Il sollicite, dans sa déclaration d’appel, la réformation de l’ordonnance et la fin de la rétention. A cette fin, il soulève :
— l’insuffisance de motivation.
— la violation de l’article huit de la CEDH,
— l’absence de menaces pour l’ordre public,
— l’erreur manifeste d’appréciation,
Les parties ont été convoquées en vue de l’audience.
A l’audience, le conseil de M. [Z] [L] n’a pas soutenu les moyens développés dans la déclaration d’appel, à l’exception de la demande d’assignation à résidence.
Le préfet n’a pas comparu mais a fait adresser des observations écrites selon lesquelles il s’est opposé aux moyens soulevés et a demandé la confirmation de la décision entreprise.
M. [Z] [L] a indiqué qu’il souhaitait rentrer au Maroc avec sa compagne enceinte et pouvoir organiser ce départ. Il a ajouté vouloir ensuite revenir en France dans de bonnes conditions.
SUR CE,
Sur la recevabilité de l’appel
En vertu de l’article R 743-10 du code de l’entrée et du séjour des étrangers et du droit d’asile, l’ordonnance du magistrat du siège du tribunal judiciaire est susceptible d’appel devant le premier président dans les 24 heures de son prononcé, ce délai courant à compter de sa notification à l’étranger lorsque celui-ci n’assiste pas à l’audience. Le délai ainsi prévu est calculé et prorogé conformément aux articles 640 et 642 du code de procédure civile.
L’article R 743-11 du même code prévoit qu’à peine d’irrecevabilité, la déclaration d’appel est motivée.
En l’espèce, l’appel a été interjeté dans les délais légaux et il est motivé. Il doit être déclaré recevable.
Sur la motivation de l’arrêté de placement :
L’article 741-6 du code de l’entrée et du séjour des étrangers et du droit d’asile prévoit que la décision de placement en rétention est écrite et motivée.

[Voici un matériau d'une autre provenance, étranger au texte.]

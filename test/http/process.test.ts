import { mkdtempSync, rmSync, writeFileSync } from "node:fs";
import { connect, createServer, type Socket } from "node:net";
import { networkInterfaces, tmpdir } from "node:os";
import { join } from "node:path";
import { afterAll, afterEach, beforeAll, describe, expect, it } from "vitest";
import { shippedLeapSeconds } from "../../src/time/leapSeconds.data.ts";
import { type Running, startServe } from "../support/process.ts";
import { correction } from "../support/requests.ts";
import { post, send } from "../support/service.ts";

/** The real process: its start, its lines, its end. */

const readyLine = /^Tauline \S+ is ready at (http:\/\/\S+?) \(leap-second table to (\d{1,2} [A-Z][a-z]+ \d{4})\)\.\n/;

const running = new Set<Running>();

function serve(environment: Readonly<Record<string, string>>): Running {
  const process = startServe(environment);
  running.add(process);
  return process;
}

async function ready(environment: Readonly<Record<string, string>> = {}): Promise<Running & { address: string }> {
  const process = serve({ PORT: "0", ...environment });
  const [, address] = await process.said("out", readyLine);
  return { ...process, address: address! };
}

let folder: string;
beforeAll(() => {
  folder = mkdtempSync(join(tmpdir(), "tauline-process-"));
});
afterEach(async () => {
  for (const process of running) {
    process.child.kill("SIGKILL");
    await process.ended;
  }
  running.clear();
});
afterAll(() => rmSync(folder, { recursive: true }));

describe("a start", () => {
  it("says where it is ready, answers /readyz, keeps to the loopback address and ends on SIGTERM with 0", async () => {
    const process = await ready();
    expect(process.address).toMatch(/^http:\/\/127\.0\.0\.1:[1-9]\d*$/);
    const response = await send(process.address, "/readyz", undefined, { method: "GET" });
    expect(response.status).toBe(200);
    expect(response.body.status).toBe("ready");
    const port = Number(new URL(process.address).port);
    const others = Object.values(networkInterfaces())
      .flatMap((list) => list ?? [])
      .filter(({ internal, family }) => !internal && family === "IPv4");
    for (const { address } of others) expect(await opens(address, port)).toBe(false);
    expect(await opens("127.0.0.1", port)).toBe(true);
    process.child.kill("SIGTERM");
    expect(await process.ended).toEqual({ code: 0, signal: null });
    expect(process.out()).toMatch(new RegExp(`${readyLine.source}$`));
  });

  it("prints the ready line even when logs are silent, and then nothing else", async () => {
    const process = await ready({ LOG_LEVEL: "silent" });
    expect((await post(process.address, "/v1/corrections", {})).status).toBe(400);
    process.child.kill("SIGINT");
    expect((await process.ended).code).toBe(0);
    expect(process.out()).toMatch(new RegExp(`${readyLine.source}$`));
    expect(process.messages()).toBe("");
  });

  it("takes the leap-second list that it is given", async () => {
    const file = join(folder, "list");
    writeFileSync(file, shippedLeapSeconds.replaceAll("\n", "\r\n"));
    const process = await ready({ LEAP_SECONDS_FILE: file });
    // "#@" of the shipped list, 4 023 129 600 s after 1900-01-01, is 2027-06-28.
    expect(process.out()).toContain("leap-second table to 28 June 2027");
  });

  it("takes empty variables as not given", async () => {
    const process = await ready({ HOST: "", LOG_LEVEL: "", LEAP_SECONDS_FILE: "" });
    expect((await send(process.address, "/healthz", undefined, { method: "GET" })).status).toBe(200);
  });
});

const opens = (host: string, port: number): Promise<boolean> =>
  new Promise((resolve) => {
    const socket = connect({ host, port, timeout: 2000 });
    const end = (open: boolean) => {
      socket.destroy();
      resolve(open);
    };
    socket.once("connect", () => end(true));
    socket.once("error", () => end(false));
    socket.once("timeout", () => end(false));
  });

describe("logs", () => {
  it("are JSON lines on standard error with the request id and without the request's contents", async () => {
    const process = await ready({ LOG_LEVEL: "debug" });
    const secretly = { ...correction(), unasked: "lark-4711" };
    await send(process.address, "/v1/corrections", secretly, { headers: { "X-Request-Id": "first-of-two" } });
    await send(process.address, "/healthz", undefined, { method: "GET", headers: { "X-Request-Id": "second-of-two" } });
    await process.said("messages", /second-of-two.*\n/);
    const lines = process
      .messages()
      .trimEnd()
      .split("\n")
      .map((line) => JSON.parse(line));
    const byId = (id: string) => lines.find((line) => line.req?.id === id);
    expect(byId("first-of-two")).toMatchObject({
      req: { method: "POST", url: "/v1/corrections" },
      res: { statusCode: 400 },
    });
    expect(byId("second-of-two")).toMatchObject({ res: { statusCode: 200 } });
    expect(process.messages()).not.toContain("lark-4711");
    expect(process.out()).not.toContain("of-two");
  });
});

/** A connection on which bytes are sent by hand. */
class Wire {
  readonly #socket: Socket;
  #text = "";
  #look: (() => void) | undefined;
  readonly closed: Promise<void>;

  constructor(address: string) {
    const { hostname, port } = new URL(address);
    this.#socket = connect({ host: hostname, port: Number(port) });
    this.closed = new Promise((resolve) => this.#socket.once("close", () => resolve()));
    this.#socket.setEncoding("utf8").on("data", (chunk: string) => {
      this.#text += chunk;
      this.#look?.();
    });
    this.#socket.on("error", () => {});
  }

  send(text: string): void {
    this.#socket.write(text);
  }

  async heard(pattern: RegExp): Promise<string> {
    return new Promise((resolve, reject) => {
      this.#look = () => {
        if (pattern.test(this.#text)) resolve(this.#text);
      };
      this.#look();
      this.closed.then(() => reject(new Error(`closed before ${pattern}: ${this.#text}`)));
    });
  }
}

describe("SIGTERM", () => {
  it("while a request is in flight: it is answered in full, no other is taken, exit 0", async () => {
    const process = await ready({ LOG_LEVEL: "info" });
    const body = JSON.stringify(correction());
    const wire = new Wire(process.address);
    // The service says "continue" when it has begun with the request (RFC 9110, 10.1.1).
    wire.send(
      `POST /v1/corrections HTTP/1.1\r\nHost: tauline\r\nContent-Type: application/json\r\nContent-Length: ${body.length}\r\nExpect: 100-continue\r\n\r\n`,
    );
    await wire.heard(/^HTTP\/1\.1 100 /);
    wire.send(body.slice(0, 50));
    process.child.kill("SIGTERM");
    await process.said("messages", /stopping: no new connections/);
    expect(await opens("127.0.0.1", Number(new URL(process.address).port))).toBe(false);
    const asked = Date.now();
    wire.send(body.slice(50));
    const text = await wire.heard(/\}\]\}$/);
    const answer = text.slice(text.lastIndexOf("\r\n\r\n") + 4);
    expect(text).toContain("HTTP/1.1 200 OK");
    expect(JSON.parse(answer).results).toHaveLength(1);
    expect(await process.ended).toEqual({ code: 0, signal: null });
    // A connection that is merely kept open does not hold the process: it is closed with its answer.
    expect(Date.now() - asked).toBeLessThan(4000);
  });

  it("with an idle connection: the process does not wait for it", async () => {
    const process = await ready();
    const wire = new Wire(process.address);
    wire.send("GET /healthz HTTP/1.1\r\nHost: tauline\r\n\r\n");
    await wire.heard(/alive/);
    process.child.kill("SIGTERM");
    const asked = Date.now();
    expect(await process.ended).toEqual({ code: 0, signal: null });
    await wire.closed;
    expect(Date.now() - asked).toBeLessThan(4000);
  });
});

describe("a bad environment ends the start with 1 and says why", () => {
  const cases: readonly { name: string; environment: () => Record<string, string>; says: RegExp }[] = [
    { name: "PORT=abc", environment: () => ({ PORT: "abc" }), says: /PORT.*"abc".*0.*65535/ },
    { name: "PORT=65536", environment: () => ({ PORT: "65536" }), says: /PORT.*"65536".*65535/ },
    { name: "PORT=-1", environment: () => ({ PORT: "-1" }), says: /PORT.*"-1"/ },
    { name: "LOG_LEVEL=loud", environment: () => ({ LOG_LEVEL: "loud" }), says: /LOG_LEVEL.*"loud".*info.*silent/ },
    {
      name: "two at once",
      environment: () => ({ PORT: "1e3", LOG_LEVEL: "INFO" }),
      says: /PORT.*"1e3"[\s\S]*LOG_LEVEL.*"INFO"/,
    },
    {
      name: "LEAP_SECONDS_FILE missing",
      environment: () => ({ LEAP_SECONDS_FILE: join(folder, "nowhere") }),
      says: /LEAP_SECONDS_FILE.*nowhere/,
    },
    {
      name: "LEAP_SECONDS_FILE a folder",
      environment: () => ({ LEAP_SECONDS_FILE: folder }),
      says: /LEAP_SECONDS_FILE.*(directory|folder)/,
    },
    {
      name: "LEAP_SECONDS_FILE corrupt",
      environment: () => {
        const file = join(folder, "corrupt");
        writeFileSync(file, shippedLeapSeconds.replace("3692217600 37", "3692304000 37"));
        return { LEAP_SECONDS_FILE: file };
      },
      says: /LEAP_SECONDS_FILE.*corrupt.*digest/,
    },
    {
      name: "LEAP_SECONDS_FILE of another kind",
      environment: () => {
        const file = join(folder, "other");
        writeFileSync(file, "%PDF-1.7\n");
        return { LEAP_SECONDS_FILE: file };
      },
      says: /LEAP_SECONDS_FILE.*other, line 1/,
    },
  ];
  it.each(cases)("$name", async ({ environment, says }) => {
    const process = serve({ PORT: "0", ...environment() });
    expect(await process.ended).toEqual({ code: 1, signal: null });
    expect(process.messages()).toMatch(says);
    expect(process.messages()).toMatch(/^tauline: /);
    expect(process.messages()).not.toMatch(/\n\s+at |node:internal|ZodError/);
    expect(process.out()).toBe("");
  });

  it("a port that is taken", async () => {
    const other = createServer();
    await new Promise<void>((resolve) => other.listen(0, "127.0.0.1", resolve));
    const { port } = other.address() as { port: number };
    const process = serve({ PORT: String(port) });
    expect((await process.ended).code).toBe(1);
    expect(process.messages()).toContain(String(port));
    expect(process.messages()).toMatch(/in use/);
    expect(process.messages()).not.toMatch(/\n\s+at /);
    other.close();
  });
});
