import { describe, expect, it } from "vitest";
import { defaultLeapSeconds } from "../../src/time/index.ts";
import { corrections, plainBench, predictedReadings } from "../../src/wire/index.ts";
import { type Body, mountain } from "../support/requests.ts";

const bench = plainBench(defaultLeapSeconds, "test");
const seaLevel = { ...mountain(), heightM: 0 };
const at = "2006-01-15T21:24:37.5Z";

/** Codes of one instant, from CCSDS 301.0-B-4's own layout; the figures are those of test/published. */
const codes: readonly (readonly [string, Body, string, string])[] = [
  ["CUC", { format: "CUC", coarseOctets: 4, fineOctets: 2, pField: true }, "1e5a5d1c368000", "1e5a5d1c378000"],
  [
    "CUC of another epoch",
    { format: "CUC", coarseOctets: 4, fineOctets: 3, pField: true, epoch: { at: "1980-01-06T00:00:00", scale: "GPS" } },
    "2f30f58023800000",
    "2f30f58024800000",
  ],
  ["CDS", { format: "CDS", dayOctets: 2, subMillisecondOctets: 0, pField: true }, "40448a04981bfc", "40448a04981fe4"],
  [
    "CCS",
    { format: "CCS", variant: "month-day", subsecondOctets: 1, pField: true },
    "512006011521243750",
    "512006011521243850",
  ],
];

describe("a clock that shows a time code", () => {
  it.each(codes)("%s: one second later, both ways", (_, timeCode, atAnchor, later) => {
    const clock = { timeCode, anchor: { reading: atAnchor, at } };
    const terms = ["reference-surface", "velocity", "earth-monopole", "earth-oblateness", "earth-higher"];
    const answer = corrections({ clock, trajectory: seaLevel, terms, readings: [{ reading: later }] }, bench);
    expect(answer.results[0]!.corrected).toBe("2006-01-15T21:24:38.500000000000Z");
    const back = predictedReadings({ clock, trajectory: seaLevel, terms, instants: ["2006-01-15T21:24:38.5Z"] }, bench);
    expect(back.results[0]!.reading).toBe(later);
  });

  it.each([
    ["a number", 5, /hexadecimal/],
    ["no hexadecimal", "xyz", /hexadecimal/],
    ["too short a code", "1e5a5d", /octets/],
    ["another P-field", "1f5a5d1c36800000", /P-field/],
  ])("refuses %s with the place of the reading", (_, reading, hint) => {
    const clock = { timeCode: codes[0]![1], anchor: { reading: codes[0]![2], at } };
    try {
      corrections({ clock, trajectory: seaLevel, readings: [{ reading }] }, bench);
      expect.unreachable();
    } catch (error) {
      const { faults, message } = error as { faults: { place: unknown[]; expected: string }[]; message: string };
      expect(faults[0]!.place).toEqual(["readings", 0, "reading"]);
      expect(`${message} ${faults[0]!.expected}`).toMatch(hint);
    }
  });
});
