export {
  C,
  C2,
  type Constant,
  constants,
  EARTH_ROTATION,
  GM_EARTH,
  GM_MOON,
  GM_SUN,
  LB,
  LG,
  TDB0,
} from "./constants.ts";
export { ARCSECOND, DAY, DEGREE, KM, NS } from "./si.ts";
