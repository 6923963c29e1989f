import { describe, expect, it } from "vitest";
import { defaultLeapSeconds } from "../../src/time/index.ts";
import { corrections, plainBench, predictedReadings } from "../../src/wire/index.ts";
import { type Body, mountain } from "../support/requests.ts";

const bench = plainBench(defaultLeapSeconds, "test");

/** A clock on the geoid: nothing but the oscillator and the tides moves it against TT. */
const seaLevel = { ...mountain(), heightM: 0 };
const quiet = {
  trajectory: seaLevel,
  terms: ["reference-surface", "velocity", "earth-monopole", "earth-oblateness", "earth-higher"],
};

const stamped = (timeStamp: Body, anchor: Body, readings: string[], oscillator?: Body) =>
  corrections(
    {
      ...quiet,
      clock: { timeStamp, anchor, ...(oscillator && { oscillator }) },
      readings: readings.map((reading) => ({ reading })),
    },
    bench,
  ).results.map(({ corrected, clockMinusTtNs }) => ({ corrected, clockMinusTtNs }));

describe("a clock that shows the time itself", () => {
  it("is off by what it showed less what it was at the anchor, and by the offset given besides", () => {
    const [result] = stamped(
      { scale: "UTC" },
      { reading: "2026-03-01T00:00:00.000250Z", at: "2026-03-01T00:00:00Z" },
      ["2026-03-01T06:00:00.000250Z"],
      { offsetNs: 1000 },
    );
    expect(result!.corrected).toBe("2026-03-01T05:59:59.999999000000Z");
    expect(result!.clockMinusTtNs).toBeCloseTo(251_000, 3);
  });

  it.each([
    ["UTC", "2026-03-01T00:10:00Z", "2026-03-01T00:00:00Z"],
    ["TAI", "2026-03-01T00:10:37", "2026-03-01T00:00:37"],
    ["TT", "2026-03-01T00:11:09.184", "2026-03-01T00:01:09.184"],
    ["GPS", "2026-03-01T00:10:18", "2026-03-01T00:00:18"],
  ])("in %s", (scale, reading, atAnchor) => {
    const [result] = stamped({ scale }, { reading: atAnchor, at: "2026-03-01T00:00:00Z" }, [reading]);
    expect(result!.corrected).toBe("2026-03-01T00:10:00.000000000000Z");
  });

  it("counts GPS weeks and seconds from 1980-01-06 (IS-GPS-200 3.3.4): week 2408 began on 2026-03-01", () => {
    const [result] = stamped(
      { scale: "GPS", form: "week-seconds" },
      { reading: "2408 18", at: "2026-03-01T00:00:00Z" },
      ["2408 618.5"],
    );
    expect(result!.corrected).toBe("2026-03-01T00:10:00.500000000000Z");
    const bySeconds = stamped(
      { scale: "GPS", form: "seconds" },
      { reading: String(2408 * 604_800 + 18), at: "2026-03-01T00:00:00Z" },
      [`${2408 * 604_800 + 618}.5`],
    );
    expect(bySeconds[0]!.corrected).toBe("2026-03-01T00:10:00.500000000000Z");
  });

  it("follows a leap second or holds TAI - UTC (IERS Bulletin C 52)", () => {
    const anchor = { reading: "2016-12-31T23:00:00Z", at: "2016-12-31T23:00:00Z" };
    const followed = stamped({ scale: "UTC" }, anchor, ["2016-12-31T23:59:60.5Z", "2017-01-01T00:00:00Z"]);
    expect(followed.map(({ corrected }) => corrected)).toEqual([
      "2016-12-31T23:59:60.500000000000Z",
      "2017-01-01T00:00:00.000000000000Z",
    ]);
    const held = stamped({ scale: "UTC", leapSeconds: { heldAt: 36 } }, anchor, ["2017-01-01T00:00:00Z"]);
    expect(held[0]!.corrected).toBe("2016-12-31T23:59:60.000000000000Z");
  });

  it.each([
    [{ scale: "UTC" }, "2026-03-01T00:00:00.000001000000Z"],
    [{ scale: "UTC", leapSeconds: { heldAt: 30 } }, "2026-02-28T23:59:53.000000000000Z"],
    [{ scale: "GPS", form: "week-seconds" }, "2408 18.250000000000"],
    [{ scale: "TT" }, "2026-03-01T00:01:09.184000000000"],
  ])("is predicted as it writes: %j", (timeStamp, reading) => {
    const clock = { timeStamp, anchor: { reading, at: "2026-03-01T00:00:00Z" } };
    const { results } = predictedReadings({ ...quiet, clock, instants: ["2026-03-01T00:00:00Z"] }, bench);
    expect(results[0]).toMatchObject({ reading, fraction: 0, sigmaTicks: null });
  });

  it("brings the step of its stamp into the uncertainty", () => {
    const clock = {
      timeStamp: { scale: "UTC", resolutionS: 0.001 },
      anchor: { reading: "2026-03-01T00:00:00Z", at: "2026-03-01T00:00:00Z" },
    };
    const { results } = corrections({ ...quiet, clock, readings: [{ reading: "2026-03-01T00:00:01.234Z" }] }, bench);
    expect(results[0]!.uncertainty.find(({ source }) => source === "tick")!.ns).toBeCloseTo(1e6 / Math.sqrt(12), 3);
  });

  it.each([
    ["a number for a stamp", { scale: "UTC" }, 5, "/readings/0/reading", /text/],
    ["no Z", { scale: "UTC" }, "2026-03-01T00:00:00", "/readings/0/reading", /Z/],
    ["a Z in GPS time", { scale: "GPS" }, "2026-03-01T00:00:00Z", "/readings/0/reading", /no Z/],
    ["seconds beyond the week", { scale: "GPS", form: "week-seconds" }, "2408 604800", "/readings/0/reading", /604800/],
    ["weeks of UTC", { scale: "UTC", form: "week-seconds" }, "2408 0", "/clock/timeStamp/form", /GPS/],
    [
      "leap seconds of TAI",
      { scale: "TAI", leapSeconds: { heldAt: 37 } },
      "2026-03-01T00:00:00",
      "/clock/timeStamp/leapSeconds",
      /UTC/,
    ],
  ])("refuses %s", (_, timeStamp: Body, reading, pointer, hint) => {
    const good =
      timeStamp.form === undefined
        ? timeStamp.scale === "UTC"
          ? "2026-03-01T00:00:00Z"
          : "2026-03-01T00:00:00"
        : "2408 0";
    const clock = { timeStamp, anchor: { reading: good, at: "2026-03-01T00:00:00Z" } };
    try {
      corrections({ ...quiet, clock, readings: [{ reading }] }, bench);
      expect.unreachable();
    } catch (error) {
      const { faults, message } = error as { faults: { place: unknown[]; expected: string }[]; message: string };
      expect(`/${faults[0]!.place.join("/")}`).toBe(pointer);
      expect(`${message} ${faults[0]!.expected}`).toMatch(hint);
    }
  });
});
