interface Segment {
  readonly states: readonly Body[];
  readonly lines?: readonly string[];
  readonly frame?: string;
  readonly center?: string;
  readonly covariance?: string;
}

/** A message about a pebble that nobody threw. */
const oemText = (segments: readonly Segment[]): string =>
  [
    "CCSDS_OEM_VERS = 2.0",
    "CREATION_DATE = 2026-02-28T00:00:00",
    "ORIGINATOR = NOBODY",
    ...segments.flatMap(({ states, lines = [], frame = "GCRF", center = "EARTH", covariance }) => [
      "META_START",
      "OBJECT_NAME = PEBBLE 4",
      "OBJECT_ID = 2026-999Z",
      `CENTER_NAME = ${center}`,
      `REF_FRAME = ${frame}`,
      "TIME_SYSTEM = UTC",
      `START_TIME = ${written(states[0].epoch)}`,
      ...lines.filter((line) => line.startsWith("USEABLE")),
      `STOP_TIME = ${written(states.at(-1).epoch)}`,
      ...lines.filter((line) => !line.startsWith("USEABLE")),
      "META_STOP",
      ...states.map((state) => [written(state.epoch), ...state.positionKm, ...state.velocityKmPerS].join(" ")),
      ...(covariance === undefined ? [] : [covariance]),
    ]),
    "",
  ].join("\n");

const oem = (...segments: Segment[]): Body => ({ kind: "oem", text: oemText(segments) });

const circle = circleTable(121, 60, true);
const states: readonly Body[] = circle.states;
const whole: Segment = { states };

/** Position known to 20 m outward and 40 m along, speed to 4 and 2 cm/s, in km. */
const covarianceIn = (frame: string): string =>
  [
    "COVARIANCE_START",
    `EPOCH = ${written(epoch)}`,
    `COV_REF_FRAME = ${frame}`,
    "4e-4",
    "0 16e-4",
    "0 0 1e-4",
    "0 0 0 16e-10",
    "0 0 0 0 4e-10",
    "0 0 0 0 0 1e-10",
    "COVARIANCE_STOP",
  ].join("\n");

describe("an ephemeris message", () => {
  const seconds = [600, 3000, 7000];

  it("gives the same instants as a table of the same states", async () => {
    const message = await corrected(oem(whole), seconds);
    const table = await corrected(circle, seconds);
    expect(instantsOf(message)).toEqual(instantsOf(table));
    expect(message.results.map(({ terms }) => terms)).toEqual(table.results.map(({ terms }) => terms));
  });

  it("of two segments that join is one path", async () => {
    const joined = oem({ states: states.slice(0, 61) }, { states: states.slice(60) });
    const answer = await corrected(joined, seconds);
    const single = timesOf(await corrected(oem(whole), seconds));
    for (const [i, ns] of timesOf(answer).entries()) expect(Math.abs(ns - single[i]!)).toBeLessThan(1e-6);
    expect(codesOf(answer)).not.toContain("segments-apart");
    expect((await budget(joined, 7200)).total.meanRate).toBeCloseTo(
      (await budget(oem(whole), 7200)).total.meanRate,
      17,
    );
  });

  it("of two segments with a gap counts in the part that holds the anchor, and says so", async () => {
    const apart = oem({ states: states.slice(0, 51) }, { states: states.slice(70) });
    const early = await corrected(apart, [600]);
    expect(codesOf(early)).toContain("segments-apart");
    expect(timesOf(early)[0]).toBeCloseTo(timesOf(await corrected(oem(whole), [600]))[0]!, 6);
    const late = await corrected(apart, [600], moment(5000));
    expect(timesOf(late)[0]).toBeCloseTo(timesOf(await corrected(oem(whole), [600], moment(5000)))[0]!, 6);
    const body = correctionOf(apart, [3600], epoch);
    const problem = holdProblem("POST", corrections, await post(service.address, corrections, body), "outside-span");
    expect(problem.faults![0]!.pointer).toBe("/readings/0/reading");
  });

  it.each([
    ["HERMITE", 11, 1e-3, false],
    ["HERMITE", 3, 1, true],
    ["LAGRANGE", 9, 1e-3, false],
    ["LINEAR", 1, 1e3, true],
  ] as const)("is read by %s of degree %i, to %d ns of the usual reading", async (name, degree, ns, isCoarse) => {
    // States every ten minutes, two fifths of a radian: so far apart that each way of reading is another number. In the
    // velocity term, for in the sum the errors of a free path cancel.
    const sparse = circleTable(31, 600, true).states;
    const velocity = async (lines: readonly string[]): Promise<[number[], CorrectionResponse]> => {
      const answer = await corrected(oem({ states: sparse, lines }), seconds);
      return [answer.results.map(({ terms }) => terms[0]!.accumulatedNs), answer];
    };
    const [given, answer] = await velocity([`INTERPOLATION = ${name}`, `INTERPOLATION_DEGREE = ${degree}`]);
    const [usual] = await velocity([]);
    const differences = given.map((value, i) => Math.abs(value - usual[i]!));
    expect(Math.max(...differences)).toBeLessThan(ns);
    // Another reading is another number, or the keyword was not honoured.
    expect(Math.max(...differences)).toBeGreaterThan(0);
    expect(codesOf(answer).includes("coarse-ephemeris")).toBe(isCoarse);
    if (isCoarse) expect(answer.results[0]!.flags).toContain("coarse-ephemeris");
  });

  it("is used in its useable span only, which the other states only support", async () => {
    const lines = [`USEABLE_START_TIME = ${written(moment(600))}`, `USEABLE_STOP_TIME = ${written(moment(6600))}`];
    const short = oem({ states, lines });
    const answer = await corrected(short, [60, 5900], moment(600));
    const full = await corrected(oem(whole), [60, 5900], moment(600));
    expect(instantsOf(answer)).toEqual(instantsOf(full));
    for (const [at, seconds, pointer] of [
      [moment(600), 6100, "/readings/0/reading"],
      [epoch, 60, "/clock/anchor/at"],
    ] as const) {
      const body = correctionOf(short, [seconds], at);
      const problem = holdProblem("POST", corrections, await post(service.address, corrections, body), "outside-span");
      expect(problem.faults![0]!.pointer).toBe(pointer);
      expect(problem.detail).toContain("01:50:00");
    }
    expect((await budget(short, 6000)).from).toBe("2026-03-01T00:10:00.000000000000Z");
  });

  it("brings its covariance in RTN axes into the uncertainty", async () => {
    const answer = await corrected(oem({ states, covariance: covarianceIn("RTN") }), [7000]);
    expect(sourcesOf(answer)).toContain("orbit");
    expect(codesOf(answer)).not.toContain("orbit-uncertainty-not-given");
    // Of one axis: da = 2 a dr/r and 2 a dv/v, here hypot(40 m, 2 * 9200 km * 2e-5/6.582 = 55.9 m) = 68.7 m; 3GM/(2a^2c^2) da dt.
    const growing = (1.5 * 3.986004418e14 * 68.7 * 7000 * 1e9) / (9.2e6 ** 2 * 299_792_458 ** 2);
    const orbit = answer.results[0]!.uncertainty.filter(({ source }) => source === "orbit");
    expect(Math.hypot(...orbit.map(({ ns }) => ns))).toBeGreaterThan(growing);
  });

  it("leaves a covariance in other axes aside and says so", async () => {
    const answer = await corrected(oem({ states, covariance: covarianceIn("EME2000") }), [7000]);
    expect(sourcesOf(answer)).not.toContain("orbit");
    expect(codesOf(answer)).toEqual(expect.arrayContaining(["message-remark", "orbit-uncertainty-not-given"]));
    expect(answer.notices.find(({ code }) => code === "message-remark")!.text).toMatch(/RTN/);
  });
});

Le préfet n’est pas tenu dans sa motivation de faire état de tous les éléments de la situation personnelle de l’intéressé dès lors que les motifs positifs qu’il retient suffisent à justifier le placement en rétention.
En l’espèce, l’arrêté de placement est motivé par le fait que l’intéressé est entré sur le territoire sans visa, s’est maintenu sur le territoire sans titre de séjour régulier et qu’il n’a pas respecté la précédente mesure d’éloignement. Le moyen sera donc rejeté.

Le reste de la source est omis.